Por Roberto Morales.-

Hace ya algunos ayeres, muchos diría yo, empecé a trabajar como “cablista” en La Opinión de Torreón, dirigido entonces por la férrea mano de Velia Margarita Guerrero.

“Cablista” era un adjetivo por demás extraordinario para no minimizar la sencillez del empleo por el que pagaban poco más que un salario mínimo, con todo y los descuentos de los bandidos cetemistas de siempre. La función de tal encargo era el de recoger la información que, en larga tira de papel,  mandaban los medios nacionales a través de teletipos, –que ahora son aparatos de la historia— para después con “claves secretas”, colocar acentos y mayúsculas.

En fin, no era el tema del viejo periodismo que quería tratar, sino el del salario que percibía y la forma en que lo controlaba mi madre. Ella decidía distribuir mi raquítico sobre entre las prioridades de la casa, algunos parientes flojos y, al final, si quedaba dejaba algunos pesos en mis manos para que pudiera ir al cine o a la cantina a tomar una cerveza.

Hoy, comparo ese reparto familiar de mi dinero con el famoso Pacto Fiscal donde el gobierno federal se convierte en la madre que reparte el dinero que generan los estados.

Ese Pacto Fiscal, para quienes no saben con qué carajos se come, fue un acuerdo entre Federación y Estados que se reformó en 1980. En este aún vigente documento se explica que todos los impuestos federales que se cobren vayan a parar a una bolsa común para ser repartidos después de acuerdo a las necesidades y carencias de cada quien o cada cual.

Sin embargo, en 40 años las cosas han cambiado, los estados amolados económicamente lograron salir de raquítica economía y ya no necesitaron del dinero de otros estados salvo algunas excepciones donde la miseria y el olvido siguen cabalgando con todo y la 4T que encabeza el Presidente Andrés López.

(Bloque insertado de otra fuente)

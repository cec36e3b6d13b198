//! The laws of probability that the statistics lean on: tails and quantiles.
//!
//! Enters: numbers. Leaves: probabilities and their inverses, of which both tails are accurate where they are small.
//! Promised: a relative error of about 1e-12 (1e-10 for parameters in the millions), checked against 50-digit values.
//! Deliberately absent: densities that nobody asks for, and any law without a user.

mod beta;
mod gamma;
mod normal;
mod range;
mod stirling;

pub use beta::{Tail, beta_quantile, beta_tails};
pub use gamma::{chi_square_tail, gamma_tails};
pub use normal::{normal_quantile, normal_tail};
pub use range::range_tail;
pub(super) use stirling::{binomial_mass, exponential_less_one, logarithm_of_one_plus};

#[cfg(test)]
mod tests {
    pub(super) use crate::statistics::tests::table as rows;
}
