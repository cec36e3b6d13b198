//! What a hunt tells while it goes on, and what it leaves.

use crate::ledger::Ledger;

use super::record::RoundRecord;
use super::settings::Heuristic;
use super::task::Lost;

/// Watches a hunt, and may end it after any round.
pub trait Observer {
    /// Called after each merged round, in order.
    fn round(&mut self, report: &RoundReport<'_>) -> Verdict;

    /// Called often from the waiting thread while a round is under way; [`Verdict::Stop`] ends the hunt with the last
    /// whole round, and drops what is in flight.
    fn idle(&mut self) -> Verdict {
        Verdict::Continue
    }

    /// Called after each recorded round of a hunt that is resumed; [`Verdict::Stop`] gives the hunt up with
    /// [`HuntError::GivenUp`].
    fn replayed(&mut self, _report: &RoundReport<'_>) -> Verdict {
        Verdict::Continue
    }
}

/// Whether a hunt goes on.
#[derive(Clone, Copy, Debug, PartialEq, Eq)]
pub enum Verdict {
    /// Go on.
    Continue,
    /// End with this round.
    Stop,
}

/// The state of a hunt after a round.
pub struct RoundReport<'a> {
    /// The round's number, from 0.
    pub round: u64,
    /// What its tasks came to.
    pub record: &'a RoundRecord,
    /// Evaluations so far.
    pub evaluations: u64,
    /// Evaluations so far by heuristic, in the order of [`Heuristic::ALL`].
    pub by_heuristic: [u64; Heuristic::ALL.len()],
    /// Evaluations so far spent on confirming minima.
    pub confirming: u64,
    /// Descents that have ended, by heuristic.
    pub descents: [u64; Heuristic::ALL.len()],
    /// The shares of the next evaluations, in the order of [`Heuristic::ALL`].
    pub shares: [f64; Heuristic::ALL.len()],
    /// The ways inside heuristics, with their shares of the heuristic's turns.
    pub ways: Vec<(Heuristic, &'static str, f64)>,
    /// What was met so far.
    pub ledger: &'a Ledger,
    /// What went wrong so far.
    pub troubles: &'a Troubles,
}

/// Things that went wrong, counted.
#[derive(Clone, Debug, Default, PartialEq)]
pub struct Troubles {
    /// Evaluations at points outside the landscape (the value was not finite).
    pub outside: u64,
    /// The first such point.
    pub first_outside: Option<Vec<f64>>,
    /// Starts that lay outside the landscape.
    pub starts_outside: u64,
    /// Descents that ran out of their evaluations.
    pub out_of_budget: u64,
    /// Descents that stalled before the gradient vanished.
    pub stalled: u64,
    /// Descents that their heuristic gave up because no useful value was in sight; no trouble, but no minimum either.
    pub abandoned: u64,
    /// Converged points whose polish failed.
    pub not_confirmed: u64,
    /// Converged points that proved to be saddles, from which the descent went on.
    pub saddles: u64,
    /// Converged points in flat valleys (a zero stiffness beyond the declared motions).
    pub flat: u64,
}

impl Troubles {
    /// Counts a descent that found nothing.
    pub fn count(&mut self, lost: Lost) {
        match lost {
            Lost::Outside => self.starts_outside += 1,
            Lost::OutOfBudget => self.out_of_budget += 1,
            Lost::Stalled => self.stalled += 1,
            Lost::Abandoned => self.abandoned += 1,
        }
    }
}

/// Why a hunt ended.
#[derive(Clone, Copy, Debug, PartialEq, Eq)]
pub enum Ending {
    /// The evaluations were spent.
    Evaluations,
    /// The target was met.
    Target,
    /// The survey's coverage was reached.
    Coverage,
    /// No lower value was met for long.
    Quiet,
    /// The observer said so.
    Observer,
}

/// The rounds that a hunt had before it was interrupted.
pub trait Past {
    /// How many there are.
    fn rounds(&self) -> u64;

    /// The next one, in order; `None` where it cannot be had, which ends the hunt with [`HuntError::Past`].
    fn next(&mut self) -> Option<PastRound>;
}

/// A round of a hunt that was interrupted.
#[derive(Clone, Debug, PartialEq)]
pub struct PastRound {
    /// What its tasks came to.
    pub record: RoundRecord,
    /// The evaluations after it, to be compared.
    pub evaluations: u64,
    /// The distinct entries after it, to be compared.
    pub distinct: u64,
}

/// No past: a hunt from its beginning.
#[derive(Clone, Copy, Debug, Default, PartialEq, Eq)]
pub struct NoPast;

impl Past for NoPast {
    fn rounds(&self) -> u64 {
        0
    }

    fn next(&mut self) -> Option<PastRound> {
        None
    }
}

/// What a hunt leaves.
pub struct Outcome {
    /// Every distinct minimum, confirmed where the closing allowed it.
    pub ledger: Ledger,
    /// Rounds merged.
    pub rounds: u64,
    /// Evaluations, the closing confirmations included.
    pub evaluations: u64,
    /// Evaluations by heuristic, in the order of [`Heuristic::ALL`].
    pub by_heuristic: [u64; Heuristic::ALL.len()],
    /// Evaluations spent on confirming minima.
    pub confirming: u64,
    /// Descents by heuristic.
    pub descents: [u64; Heuristic::ALL.len()],
    /// What went wrong.
    pub troubles: Troubles,
    /// Why it ended.
    pub ending: Ending,
}

/// Why a hunt could not go on; none is the fault of a problem.
#[derive(Clone, Debug, PartialEq, Eq)]
pub enum HuntError {
    /// The system gave no threads.
    Threads(String),
    /// A worker failed: a fault of the program.
    Worker,
    /// This recorded round, from 0, is not what the settings lead to.
    Past(u64),
    /// The observer gave up before all recorded rounds were taken in.
    GivenUp,
}

impl std::fmt::Display for HuntError {
    fn fmt(&self, out: &mut std::fmt::Formatter<'_>) -> std::fmt::Result {
        match self {
            HuntError::Threads(cause) => write!(out, "no threads could be started ({cause}); try fewer"),
            HuntError::Worker => write!(out, "a worker thread failed; this is a fault of the program"),
            HuntError::Past(round) => write!(
                out,
                "round {round} as it was recorded does not follow from the settings and the rounds before; the record was made \
                 by another version of the program or for other settings"
            ),
            HuntError::GivenUp => {
                write!(out, "interrupted while the recorded rounds were taken in; nothing was changed")
            }
        }
    }
}

impl std::error::Error for HuntError {}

Entonces ahora resulta que la mayor parte de esa bolsa común se queda en manos del gobierno federal quien hace y deshace a su antojo con ese dinero, lo mismo lo regala para fines clientelares que para cumplir caprichos de un personaje al que el poder, que tanto buscó a lo largo de casi 20 años, lo volvió loco.

Es ahí donde aparecen por primera vez las voces discordantes de 5 gobernadores, más otros que se agregarán en unos meses más en cuanto concluya la pandemia del coronavirus, para exigir la revisión de ese pacto.

Y van ejemplos. El caso de los estados del Noreste es muy peculiar. Es una mina de oro para que Andrés López y su camarilla se enriquezcan.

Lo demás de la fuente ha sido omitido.